Je vous remercie pour la qualité de votre question, à laquelle je souscris en tous points. S'agissant du peuple français, un philosophe suisse parle de « cohabitation des contraires » – mais l'expression s'applique aussi à de nombreux peuples européens. Quant à moi, j'ai coutume de dire ceci : citoyen de bon matin, consommateur passé le quart d'heure – ce qui veut peu ou prou dire la même chose.

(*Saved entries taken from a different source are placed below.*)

"""Atomic output: a failed write keeps the old file and leaves no temporary file."""

from __future__ import annotations

import os
import stat

import pytest

from thist.fileio import write_text, write_with


def test_write_replaces_the_file_with_ordinary_permissions(tmp_path):
    target = tmp_path / "out.txt"
    write_text(target, "one")
    write_text(target, "two")
    assert target.read_text() == "two"
    mode = stat.S_IMODE(os.stat(target).st_mode)
    mask = os.umask(0)
    os.umask(mask)
    assert mode == 0o666 & ~mask
    assert [p.name for p in tmp_path.iterdir()] == ["out.txt"]


def test_failure_while_writing_keeps_the_previous_file(tmp_path):
    target = tmp_path / "report.pdf"
    write_text(target, "good")

    def broken(tmp: str) -> None:
        with open(tmp, "w") as fh:
            fh.write("half")
        raise RuntimeError("disk full")

    with pytest.raises(RuntimeError):
        write_with(target, broken)
    assert target.read_text() == "good"
    assert [p.name for p in tmp_path.iterdir()] == ["report.pdf"]
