"""The analysed ground motion in results.json and in the record section of the report."""

from __future__ import annotations

import json
import math

import numpy as np
import pytest
from pypdf import PdfReader

import thist
from thist.report import write_report
from thist.report.styles import fmt
from thist.results import result_dict
from thist.units import STANDARD_GRAVITY

from .conftest import CASE_TEXT

BASIS = "invented for the report test & not a code value <demo>"


def _norm(text: str) -> str:
    return " ".join(text.split())


@pytest.fixture(scope="module")
def scaled(tmp_path_factory):
    """A case with three processing steps and a range scaling whose lower bound binds
    (factor_min = 50 is far above the best factor of the 0.2 g test record to a 0.9 g
    target), run and reported (the verification appendix is left empty for speed)."""
    from .conftest import write_record

    folder = tmp_path_factory.mktemp("motion")
    write_record(folder / "record.txt")
    text = CASE_TEXT.replace(
        'acceleration_column = "accel"\n',
        'acceleration_column = "accel"\n'
        "processing = [\n"
        '  {step = "taper", start = "0.5 s", end = "0.5 s"},\n'
        '  {step = "filter", kind = "highpass", low = "0.2 Hz", order = 2},\n'
        '  {step = "baseline", order = 1},\n'
        "]\n"
        "[record.scaling]\n"
        f"basis = {json.dumps(BASIS)}\n"
        'target_shape = {s_short = "0.9 g", s_one = "0.5 g", t_long = "6 s"}\n'
        "range_t1 = [0.2, 2.0]\n"
        "factor_min = 50\n",
    )
    (folder / "case.toml").write_text(text)
    result = thist.run_case(thist.load_case(folder / "case.toml"))
    pdf = write_report(folder / "report.pdf", result, verification=())
    text = _norm(" ".join(p.extract_text() for p in PdfReader(pdf).pages))
    return result, text


def test_results_json_lists_processing_in_order_and_the_scaling(scaled):
    """JSON-ready (strict JSON, no NaN); steps in the case's order; the scaling carries the
    user's basis, the bound that binds and the factor equal to it; the 5 % spectrum has
    PSA = (2 pi / T)^2 SD by definition (Chopra, Dynamics of Structures, sec. 6.6)."""
    result, _ = scaled
    data = json.loads(json.dumps(result_dict(result), allow_nan=False))
    m = data["motion"]
    assert [s["step"] for s in m["processing"]] == ["taper", "filter", "baseline"]
    assert m["processing"][1]["params"]["f_low"] == 0.2
    sc = m["scaling"]
    assert sc["basis"] == BASIS and BASIS in sc["target"]["description"]
    assert sc["bound_hit"] == "lower" and sc["factor"] == 50.0
    assert sc["unbounded_factor"] < 50.0 and "lower bound" in sc["warning"]
    t1 = float(result.modes.periods[0])
    assert sc["period_range"] == pytest.approx([0.2 * t1, 2.0 * t1], rel=1e-12)
    assert sc["target"]["s_short"] == pytest.approx(0.9 * STANDARD_GRAVITY, rel=1e-15)
    sp = m["spectrum"]
    t = np.array(sp["periods"])
    np.testing.assert_allclose(sp["psa"], (2 * np.pi / t) ** 2 * np.array(sp["sd"]), rtol=1e-12)
    assert sp["damping"] == 0.05
    im = m["intensity"]
    assert im["d5_95"] == pytest.approx(im["t95"] - im["t5"], rel=1e-12)


def test_report_shows_factor_basis_range_and_the_bound_warning(scaled):
    """The numbers are formatted with the report's fmt() as in its tables; the user's
    basis (with <, & escaped, not interpreted) is printed beside the target."""
    result, text = scaled
    sc = result.motion.scaling
    assert f"Scale factor [-] {fmt(sc.factor)}" in text
    assert f"Best factor without bounds [-] {fmt(sc.unbounded_factor)}" in text
    assert f"Basis stated by the user {BASIS}" in text
    lo, hi = sc.period_range
    assert f"Period range [s] {fmt(lo)} – {fmt(hi)}" in text
    assert "Warning: the lower bound on the scale factor binds" in text
    assert "Scaling to the user's target spectrum" in text


def test_report_lists_processing_in_order_and_the_intensity_measures(scaled):
    """Steps appear numbered in the case's order; Arias intensity, D5-95, D5-75, CAV,
    bracketed duration and T_m appear formatted as in the table (display velocity m/s)."""
    result, text = scaled
    i_taper, i_filter, i_base = (text.index(s) for s in ("1 taper", "2 filter", "3 baseline"))
    assert i_taper < i_filter < i_base
    im = result.motion.intensity
    row = " ".join(fmt(x) for x in (im.arias, im.d5_95, im.d5_75, im.cav, im.bracketed_duration))
    assert row + " " + fmt(im.mean_period) in text
    assert not math.isnan(im.mean_period)
    assert "Response spectrum of the analysed record (5 % damping)" in text


def test_scaled_demo_case_states_an_invented_target_basis():
    """The demo target is presented as invented for the demo, never as a code value."""
    from pathlib import Path

    path = Path(__file__).resolve().parent.parent / "inputs" / "clinic-scaled.toml"
    case = thist.load_case(path)
    sc = case.motion.scaling
    assert sc is not None and sc.target.kind == "two-parameter"
    assert "invented for the thist demo" in sc.target.basis
    assert "not a building-code" in sc.target.basis
    assert [s["step"] for s in case.motion.processing] == ["taper", "filter", "baseline"]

C'est vrai, à cause de la cohabitation des contraires que vous avez très bien résumée, nous avons demandé au monde agricole d'accomplir de nombreuses transitions, alors que cette injonction n'était pas forcément reprise par le donneur d'ordre final, le consommateur. Cela nous enseigne que l'agriculture ne peut pas répondre à des injonctions. Il faut le dire, le marteler : cela ne fonctionne pas comme ça.
L'agriculture doit plutôt répondre aux demandes du consommateur, qui doit rémunérer les transitions qu'il souhaite. Et quand l'agriculture n'en a pas la possibilité, l'État doit l'accompagner avec des politiques sociales.

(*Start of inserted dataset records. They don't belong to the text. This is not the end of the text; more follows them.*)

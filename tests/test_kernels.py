"""The compiled inelastic kernels reproduce the pure-numpy algorithm they replace.

The reference is the pure-numpy path of thist.methods.inelastic (itself checked
against solve_ivp and closed forms in tests/test_inelastic.py). The two paths
run the same operations; they may differ only in the order of floating-point
sums (BLAS dot products, numpy pairwise sums), i.e. by round-off: relative
differences near 1e-16 per operation, amplified over thousands of steps of a
yielding run to some 1e-12. The tolerance 1e-9 of the peak is far below any
physical difference (a wrong yield branch or one more Newton correction changes
results at 1e-3 or more) and well above that round-off.
"""

from __future__ import annotations

import os
import subprocess
import sys

import numpy as np
import pytest

from thist.errors import InputError
from thist.methods.inelastic import (
    ConvergenceError,
    SolverOptions,
    integrate_inelastic,
    use_compiled,
)
from thist.methods.inelastic_kernel import AVAILABLE
from thist.springs import bilinear, clough_johnston, story_springs

pytestmark = pytest.mark.skipif(not AVAILABLE, reason="numba is not available")

N_STORIES = 6
MASSES = np.full(N_STORIES, 1.5e5)  # kg
STIFFNESS = np.linspace(4.0e8, 2.0e8, N_STORIES)  # N/m


def ground_motion(n: int = 1500, seed: int = 7) -> np.ndarray:
    """A smooth random acceleration strong enough to yield every story law used, m/s²."""
    rng = np.random.default_rng(seed)
    ag = np.convolve(rng.standard_normal(n), np.ones(12) / 12, mode="same")
    return 6.0 * ag / np.max(np.abs(ag))


LAWS = {
    "bilinear": bilinear(STIFFNESS, yield_drift=0.003, post_yield_ratio=0.05),
    "clough-johnston": clough_johnston(STIFFNESS, yield_drift=0.003, post_yield_ratio=0.03),
    "mixed": story_springs(
        ["bilinear", "clough-johnston", "elastic"] * 2,
        STIFFNESS,
        yield_drift=0.003,
        post_yield_ratio=0.0,
    ),
}
CASES = [
    ("newmark-average", "initial", "newton", 0.005),
    ("hht", "tangent", "modified-newton", 0.005),
    ("generalized-alpha", "tangent", "newton", 0.005),
    ("central-difference", "tangent", "newton", 0.001),
    ("central-difference", "initial", "newton", 0.001),
]


def _close(a: np.ndarray, b: np.ndarray) -> bool:
    scale = max(float(np.max(np.abs(a))), 1e-300)
    return float(np.max(np.abs(a - b))) <= 1e-9 * scale


@pytest.mark.parametrize("law", list(LAWS))
@pytest.mark.parametrize(("method", "damping", "iteration", "dt"), CASES)
def test_compiled_kernel_reproduces_the_pure_path(law, method, damping, iteration, dt):
    """Same histories, story demands, energies and solver statistics as the pure path
    (tolerance 1e-9 of each quantity's peak: round-off only, see the module docstring),
    on yielding runs of every law, implicit and explicit, both damping choices."""
    springs = LAWS[law]
    kwargs = dict(
        rayleigh=(0.25, 0.002),
        damping=damping,
        options=SolverOptions(iteration=iteration),
        free_vibration_tail=0.5,
    )
    ag = ground_motion()
    pure = integrate_inelastic(MASSES, springs, ag, dt, method, compiled=False, **kwargs)
    fast = integrate_inelastic(MASSES, springs, ag, dt, method, compiled=True, **kwargs)
    assert pure.story.yield_excursions.sum() > 0  # the case does yield
    for name in ("u", "v", "a", "shear", "drift"):
        assert _close(getattr(pure, name), getattr(fast, name)), name
    for name in ("input", "damping", "kinetic", "hysteretic"):
        assert _close(getattr(pure.energy, name), getattr(fast.energy, name)), name
    assert pure.convergence == fast.convergence
    np.testing.assert_array_equal(pure.story.yield_excursions, fast.story.yield_excursions)
    np.testing.assert_array_equal(pure.story.peak_drift_time, fast.story.peak_drift_time)
    assert _close(pure.story.peak_drift_signed, fast.story.peak_drift_signed)
    assert _close(pure.story.plastic_deformation, fast.story.plastic_deformation)
    assert _close(pure.story.hysteretic_energy, fast.story.hysteretic_energy)


def test_compiled_kernel_halves_steps_like_the_pure_path():
    """A coarse step with few allowed corrections forces halving; both paths subdivide
    the same steps the same number of times (ConvergenceStats equal) and agree to 1e-9."""
    ag = ground_motion(600)
    opts = SolverOptions(max_iterations=2, max_halvings=8)
    springs = LAWS["bilinear"]
    pure = integrate_inelastic(MASSES, springs, ag, 0.02, options=opts, compiled=False)
    fast = integrate_inelastic(MASSES, springs, ag, 0.02, options=opts, compiled=True)
    assert pure.convergence.subdivided_steps > 0
    assert pure.convergence == fast.convergence
    assert _close(pure.u, fast.u)


def test_compiled_kernel_stops_an_unconverged_run_with_the_same_error():
    """With no halving and one correction allowed, both paths raise ConvergenceError at
    the same time, story and residual (the message is built by the same function)."""
    ag = ground_motion(600)
    opts = SolverOptions(max_iterations=1, max_halvings=0)
    errors = []
    for compiled in (False, True):
        with pytest.raises(ConvergenceError) as info:
            integrate_inelastic(MASSES, LAWS["bilinear"], ag, 0.02, options=opts, compiled=compiled)
        errors.append(info.value)
    assert errors[0].time == errors[1].time
    assert errors[0].story == errors[1].story
    assert errors[0].residual == pytest.approx(errors[1].residual, rel=1e-9)


def test_pure_path_is_forced_by_the_environment(monkeypatch):
    """THIST_NO_NUMBA=1 makes the kernels unavailable (checked in a fresh process, where
    the flag is read at import); without them the default is the pure path, and asking
    for the kernels is an input error."""
    import thist.methods.inelastic_kernel as kernel

    env = {**os.environ, "THIST_NO_NUMBA": "1"}
    code = "import thist.methods.inelastic_kernel as k; print(k.AVAILABLE)"
    out = subprocess.run(
        [sys.executable, "-c", code], env=env, capture_output=True, text=True, check=True
    )
    assert out.stdout.strip() == "False"
    monkeypatch.setattr(kernel, "AVAILABLE", False)
    assert use_compiled(None) is False
    with pytest.raises(InputError):
        use_compiled(True)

L'État doit également garantir que la rémunération de l'agriculteur est assurée et non captée par les industriels ou la grande distribution ; la transition doit ainsi être menée grâce à une sorte de contrat avec l'ensemble de la société. C'est ce que nous faisons grâce à la proposition de loi de Grégory Besson-Moreau dite « EGALIM 2 », que vous avez adoptée à l'unanimité.

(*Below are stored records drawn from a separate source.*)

"""Record processing and scaling as the case file states them."""

from __future__ import annotations

import math

import numpy as np
import pytest

import thist
from thist.analysis import prepare
from thist.errors import InputError
from thist.spectrum import response_spectrum

from .conftest import CASE_TEXT


def with_record_extra(extra: str) -> str:
    return CASE_TEXT.replace(
        'acceleration_column = "accel"\n', 'acceleration_column = "accel"\n' + extra
    )


def test_processing_steps_run_in_order_with_si_parameters(case_dir):
    text = with_record_extra(
        "processing = [\n"
        '  {step = "baseline", order = 1},\n'
        '  {step = "filter", kind = "bandpass", low = "0.1 Hz", high = "20 Hz", order = 4},\n'
        '  {step = "pad", before = "0 s", after = "2 s"},\n'
        "]\n"
    )
    (case_dir / "case.toml").write_text(text)
    case = thist.load_case(case_dir / "case.toml")
    assert case.motion.processing[1] == {
        "step": "filter",
        "kind": "bandpass",
        "f_low": 0.1,
        "f_high": 20.0,
        "order": 4,
    }
    pre = prepare(case)
    names = [s.name for s in pre.motion.processing]
    assert names == ["baseline", "filter", "pad"]
    assert pre.motion.record.npts == case.record.npts + 200
    # The raw record is kept as read.
    np.testing.assert_array_equal(pre.motion.raw.ag, case.record.ag)


def test_unknown_processing_step_names_the_field(case_dir):
    (case_dir / "case.toml").write_text(with_record_extra('processing = [{step = "smooth"}]\n'))
    with pytest.raises(InputError, match=r"record.processing\[0\].step: must be one of"):
        thist.load_case(case_dir / "case.toml")


def test_processing_parameter_needs_its_unit(case_dir):
    (case_dir / "case.toml").write_text(
        with_record_extra('processing = [{step = "filter", kind = "highpass", low = 0.1}]\n')
    )
    with pytest.raises(InputError, match=r"record.processing\[0\].low: expected frequency"):
        thist.load_case(case_dir / "case.toml")


def test_scaling_at_t1_matches_the_two_parameter_target(case_dir):
    """After scaling at one period, the record's PSA(T1, 5 %) equals the target there to
    1e-9: the spectrum is linear in the record, so the factor is a ratio of two PSAs."""
    text = with_record_extra(
        "[record.scaling]\n"
        'basis = "invented target for the test"\n'
        'target_shape = {s_short = "0.9 g", s_one = "0.5 g", t_long = "6 s"}\n'
        "period_t1 = 1.0\n"
    )
    (case_dir / "case.toml").write_text(text)
    case = thist.load_case(case_dir / "case.toml")
    pre = prepare(case)
    t1 = float(pre.modes.periods[0])
    sc = pre.motion.scaling
    assert sc is not None and sc.period_range == pytest.approx((t1, t1))
    got = response_spectrum(pre.motion.record.ag, pre.motion.record.dt, [t1]).psa[0]
    assert got == pytest.approx(float(sc.target.psa_at(t1)[0]), rel=1e-9)
    assert "invented target for the test" in sc.target.describe()


def test_scaling_over_a_range_from_a_target_table_with_bounds(case_dir):
    periods = np.geomspace(0.02, 4.0, 30)
    psa_g = 0.8 * np.minimum(1.0, 0.5 / periods)
    (case_dir / "target.csv").write_text(
        "period_s,psa_g\n"
        + "\n".join(f"{p:.6g},{a:.6g}" for p, a in zip(periods, psa_g, strict=True))
    )
    text = with_record_extra(
        "[record.scaling]\n"
        'basis = "site study (invented)"\n'
        'target_file = "target.csv"\n'
        'psa_unit = "g"\n'
        "range_t1 = [0.2, 2.0]\n"
        "factor_min = 0.5\n"
        "factor_max = 1.5\n"
    )
    (case_dir / "case.toml").write_text(text)
    pre = prepare(thist.load_case(case_dir / "case.toml"))
    sc = pre.motion.scaling
    t1 = float(pre.modes.periods[0])
    assert sc.period_range == pytest.approx((0.2 * t1, 2.0 * t1))
    assert 0.5 <= sc.factor <= 1.5
    if sc.bound_hit:
        assert sc.warning


def test_scaling_needs_a_basis(case_dir):
    text = with_record_extra(
        "[record.scaling]\n"
        'target_shape = {s_short = "0.9 g", s_one = "0.5 g", t_long = "6 s"}\n'
        "period_t1 = 1.0\n"
    )
    (case_dir / "case.toml").write_text(text)
    with pytest.raises(InputError, match=r"record.scaling.basis: is required"):
        thist.load_case(case_dir / "case.toml")


def test_scaling_needs_exactly_one_period_rule(case_dir):
    text = with_record_extra(
        "[record.scaling]\n"
        'basis = "x"\n'
        'target_shape = {s_short = "0.9 g", s_one = "0.5 g", t_long = "6 s"}\n'
        'period_t1 = 1.0\nperiod = "0.5 s"\n'
    )
    (case_dir / "case.toml").write_text(text)
    with pytest.raises(InputError, match="exactly one of period"):
        thist.load_case(case_dir / "case.toml")


def test_intensity_measures_of_the_analysed_record(case_dir):
    """Arias intensity Ia = π/(2g)∫ag²dt (Arias 1970) of the analysed record, trapezoid."""
    pre = prepare(thist.load_case(case_dir / "case.toml"))
    rec = pre.motion.record
    ia = math.pi / (2 * 9.80665) * np.trapezoid(rec.ag**2, dx=rec.dt)
    assert pre.motion.intensity.arias == pytest.approx(ia, rel=1e-12)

Par ailleurs, j'entends souvent, comme vous, dont je connais l'attachement aux terres agricoles, que les transitions n'iraient pas assez vite. L'exemple du lait bio est pourtant parlant. En France, depuis 2017, la surface consacrée au bio a doublé, ce qui fait de notre pays le premier en la matière en Europe. Soyons-en fiers, arrêtons de caricaturer notre agriculture et avançons vers des solutions de marché, défendues fièrement et de manière pragmatique.